START Supplied material

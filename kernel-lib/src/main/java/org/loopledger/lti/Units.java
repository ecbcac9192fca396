package org.loopledger.lti;

/**
 * The one place that converts between the units used inside the library (rad/s, s, rad, ratio)
 * and the units shown at the edges (Hz, degrees, dB).
 */
public final class Units {
    private Units() {}

    public static double hzToRadPerS(double hz) { return 2.0 * Math.PI * hz; }

    public static double radPerSToHz(double radPerS) { return radPerS / (2.0 * Math.PI); }

    public static double radToDeg(double rad) { return Math.toDegrees(rad); }

    public static double degToRad(double deg) { return Math.toRadians(deg); }

    /** 20·log10 of a magnitude ratio. */
    public static double ratioToDb(double ratio) { return 20.0 * Math.log10(ratio); }

    /** Inverse of {@link #ratioToDb}. */
    public static double dbToRatio(double db) { return Math.pow(10.0, db / 20.0); }

    /** Formats a frequency in Hz with a sensible number of digits and a unit, for display. */
    public static String formatHz(double hz) {
        if (Double.isNaN(hz)) return "n/a";
        if (Double.isInfinite(hz)) return hz > 0 ? "inf Hz" : "-inf Hz";
        double a = Math.abs(hz);
        if (a >= 1e3) return g4(hz / 1e3) + " kHz";
        return g4(hz) + " Hz";
    }

    /** Formats a plain number with 4 significant digits, locale independent, trailing zeros dropped. */
    public static String g4(double v) {
        if (Double.isNaN(v)) return "NaN";
        if (Double.isInfinite(v)) return v > 0 ? "inf" : "-inf";
        if (v == 0) return "0";
        double a = Math.abs(v);
        String s;
        if (a >= 1e-4 && a < 1e6) {
            s = new java.math.BigDecimal(v).round(new java.math.MathContext(4)).stripTrailingZeros().toPlainString();
        } else {
            s = String.format(java.util.Locale.ROOT, "%.3e", v).replaceAll("\\.?0+e", "e");
        }
        return s;
    }
}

END Supplied material

▶ _Your task_
Set down, exactly as they appear above, all lines from the one that has "return g4(hz) +" down to the one that has "if (Double.isNaN(v)) return", including those two and no others.

▶ _Problem solution_
        return g4(hz) + " Hz";
    }

    /** Formats a plain number with 4 significant digits, locale independent, trailing zeros dropped. */
    public static String g4(double v) {
        if (Double.isNaN(v)) return "NaN";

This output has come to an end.